TASK DETAILS - Transcribe the listing from its top line through the line with "that a template". Keep it exact, both ends included, and add nothing.

──────── SOURCE RECORDS ────────

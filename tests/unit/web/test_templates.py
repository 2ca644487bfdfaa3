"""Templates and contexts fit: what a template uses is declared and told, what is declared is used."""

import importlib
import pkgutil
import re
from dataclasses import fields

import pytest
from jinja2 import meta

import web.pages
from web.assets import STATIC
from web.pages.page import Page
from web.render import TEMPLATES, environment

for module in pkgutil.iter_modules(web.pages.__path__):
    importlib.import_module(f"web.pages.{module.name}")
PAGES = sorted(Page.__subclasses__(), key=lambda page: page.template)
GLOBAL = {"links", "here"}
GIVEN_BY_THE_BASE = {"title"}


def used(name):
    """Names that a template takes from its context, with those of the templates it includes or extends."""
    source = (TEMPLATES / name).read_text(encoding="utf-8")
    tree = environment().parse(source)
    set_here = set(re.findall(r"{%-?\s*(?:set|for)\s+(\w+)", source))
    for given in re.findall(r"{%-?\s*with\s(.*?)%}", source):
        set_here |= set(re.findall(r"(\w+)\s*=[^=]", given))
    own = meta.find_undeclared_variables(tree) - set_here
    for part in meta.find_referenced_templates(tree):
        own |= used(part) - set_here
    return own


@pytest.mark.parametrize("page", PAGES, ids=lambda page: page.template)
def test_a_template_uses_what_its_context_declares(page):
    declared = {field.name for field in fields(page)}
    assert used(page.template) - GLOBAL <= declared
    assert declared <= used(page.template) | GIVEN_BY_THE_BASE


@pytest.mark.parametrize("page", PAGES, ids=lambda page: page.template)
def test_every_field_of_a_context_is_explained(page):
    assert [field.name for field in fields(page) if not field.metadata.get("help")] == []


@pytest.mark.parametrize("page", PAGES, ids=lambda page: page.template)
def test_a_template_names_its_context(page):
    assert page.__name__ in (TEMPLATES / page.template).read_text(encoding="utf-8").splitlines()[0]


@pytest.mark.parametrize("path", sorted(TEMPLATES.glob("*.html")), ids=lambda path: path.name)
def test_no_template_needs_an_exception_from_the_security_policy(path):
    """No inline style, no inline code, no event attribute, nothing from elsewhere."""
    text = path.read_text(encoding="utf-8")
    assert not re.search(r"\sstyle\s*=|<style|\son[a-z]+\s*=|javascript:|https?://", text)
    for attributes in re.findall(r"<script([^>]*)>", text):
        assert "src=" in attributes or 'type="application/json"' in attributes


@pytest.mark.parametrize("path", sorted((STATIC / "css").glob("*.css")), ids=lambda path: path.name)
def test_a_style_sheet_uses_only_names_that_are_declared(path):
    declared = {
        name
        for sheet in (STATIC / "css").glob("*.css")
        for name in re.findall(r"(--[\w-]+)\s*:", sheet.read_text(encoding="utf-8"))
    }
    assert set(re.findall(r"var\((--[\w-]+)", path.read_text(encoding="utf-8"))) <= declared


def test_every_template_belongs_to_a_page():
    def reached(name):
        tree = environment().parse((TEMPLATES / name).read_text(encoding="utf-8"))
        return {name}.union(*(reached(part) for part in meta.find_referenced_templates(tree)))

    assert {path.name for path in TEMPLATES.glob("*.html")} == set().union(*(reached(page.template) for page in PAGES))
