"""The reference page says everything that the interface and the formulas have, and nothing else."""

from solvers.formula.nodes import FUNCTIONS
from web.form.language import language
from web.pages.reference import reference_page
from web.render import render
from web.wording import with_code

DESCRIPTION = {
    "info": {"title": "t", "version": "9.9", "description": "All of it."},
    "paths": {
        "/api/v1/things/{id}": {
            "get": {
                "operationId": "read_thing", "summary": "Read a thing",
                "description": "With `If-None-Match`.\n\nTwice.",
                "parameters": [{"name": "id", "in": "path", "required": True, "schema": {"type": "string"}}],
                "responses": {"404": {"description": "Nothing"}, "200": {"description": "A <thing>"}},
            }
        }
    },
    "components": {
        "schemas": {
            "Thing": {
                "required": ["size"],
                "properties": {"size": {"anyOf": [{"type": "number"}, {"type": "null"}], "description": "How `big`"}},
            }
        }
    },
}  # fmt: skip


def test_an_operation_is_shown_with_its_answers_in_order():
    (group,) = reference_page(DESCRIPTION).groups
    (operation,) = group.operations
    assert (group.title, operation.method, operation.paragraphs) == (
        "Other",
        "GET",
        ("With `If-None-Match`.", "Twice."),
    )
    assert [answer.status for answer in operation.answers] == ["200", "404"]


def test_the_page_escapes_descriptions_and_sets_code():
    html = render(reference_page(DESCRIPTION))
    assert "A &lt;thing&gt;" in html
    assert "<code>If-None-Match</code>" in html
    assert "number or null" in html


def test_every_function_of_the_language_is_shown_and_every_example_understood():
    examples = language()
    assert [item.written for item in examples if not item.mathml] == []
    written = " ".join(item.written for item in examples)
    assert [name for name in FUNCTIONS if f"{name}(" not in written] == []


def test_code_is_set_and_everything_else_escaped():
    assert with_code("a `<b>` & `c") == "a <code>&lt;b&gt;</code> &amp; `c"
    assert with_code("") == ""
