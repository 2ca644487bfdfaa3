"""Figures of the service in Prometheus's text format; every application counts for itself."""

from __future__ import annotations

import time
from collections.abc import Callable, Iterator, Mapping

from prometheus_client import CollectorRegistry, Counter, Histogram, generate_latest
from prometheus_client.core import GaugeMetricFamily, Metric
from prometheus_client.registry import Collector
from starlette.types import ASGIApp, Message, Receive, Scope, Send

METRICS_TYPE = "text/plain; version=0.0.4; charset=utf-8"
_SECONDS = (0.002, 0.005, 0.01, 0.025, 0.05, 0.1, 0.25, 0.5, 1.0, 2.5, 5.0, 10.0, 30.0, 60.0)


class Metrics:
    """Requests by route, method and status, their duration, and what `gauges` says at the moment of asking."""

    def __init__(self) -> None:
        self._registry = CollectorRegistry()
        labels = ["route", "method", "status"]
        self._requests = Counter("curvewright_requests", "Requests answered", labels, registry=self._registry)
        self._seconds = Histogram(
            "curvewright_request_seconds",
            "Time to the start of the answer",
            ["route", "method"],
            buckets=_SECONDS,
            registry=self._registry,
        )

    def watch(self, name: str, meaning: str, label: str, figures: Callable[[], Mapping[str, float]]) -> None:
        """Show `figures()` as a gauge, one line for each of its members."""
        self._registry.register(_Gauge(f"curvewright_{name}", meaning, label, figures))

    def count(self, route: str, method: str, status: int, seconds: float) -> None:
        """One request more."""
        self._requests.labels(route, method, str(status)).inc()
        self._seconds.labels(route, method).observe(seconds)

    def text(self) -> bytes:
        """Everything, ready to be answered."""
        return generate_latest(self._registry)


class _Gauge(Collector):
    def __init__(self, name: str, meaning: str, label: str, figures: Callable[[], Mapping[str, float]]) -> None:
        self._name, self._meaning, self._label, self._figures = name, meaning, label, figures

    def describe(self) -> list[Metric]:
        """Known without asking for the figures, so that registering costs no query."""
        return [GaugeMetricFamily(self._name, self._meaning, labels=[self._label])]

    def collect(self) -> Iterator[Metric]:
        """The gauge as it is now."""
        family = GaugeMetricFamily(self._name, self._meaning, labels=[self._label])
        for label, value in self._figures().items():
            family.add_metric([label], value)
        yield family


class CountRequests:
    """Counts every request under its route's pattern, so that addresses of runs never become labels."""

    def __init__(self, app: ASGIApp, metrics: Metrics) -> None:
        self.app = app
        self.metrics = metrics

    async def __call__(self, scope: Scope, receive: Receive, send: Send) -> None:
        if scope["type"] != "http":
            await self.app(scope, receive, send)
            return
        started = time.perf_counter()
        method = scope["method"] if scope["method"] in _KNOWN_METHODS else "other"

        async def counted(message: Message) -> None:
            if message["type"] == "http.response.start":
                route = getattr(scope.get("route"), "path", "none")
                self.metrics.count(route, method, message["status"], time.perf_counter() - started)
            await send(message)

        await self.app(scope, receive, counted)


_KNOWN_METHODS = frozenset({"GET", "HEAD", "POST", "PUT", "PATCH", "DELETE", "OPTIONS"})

────────

WORKED SOLUTION -
filename tests/unit/web/test_templates.py
repository 2ca644487bfdfaa3
"""Templates and contexts fit: what a template uses is declared and told, what is declared is used."""

import importlib
import pkgutil
import re
from dataclasses import fields

import pytest
from jinja2 import meta

import web.pages
from web.assets import STATIC
from web.pages.page import Page
from web.render import TEMPLATES, environment

for module in pkgutil.iter_modules(web.pages.__path__):
    importlib.import_module(f"web.pages.{module.name}")
PAGES = sorted(Page.__subclasses__(), key=lambda page: page.template)
GLOBAL = {"links", "here"}
GIVEN_BY_THE_BASE = {"title"}


def used(name):
    """Names that a template takes from its context, with those of the templates it includes or extends."""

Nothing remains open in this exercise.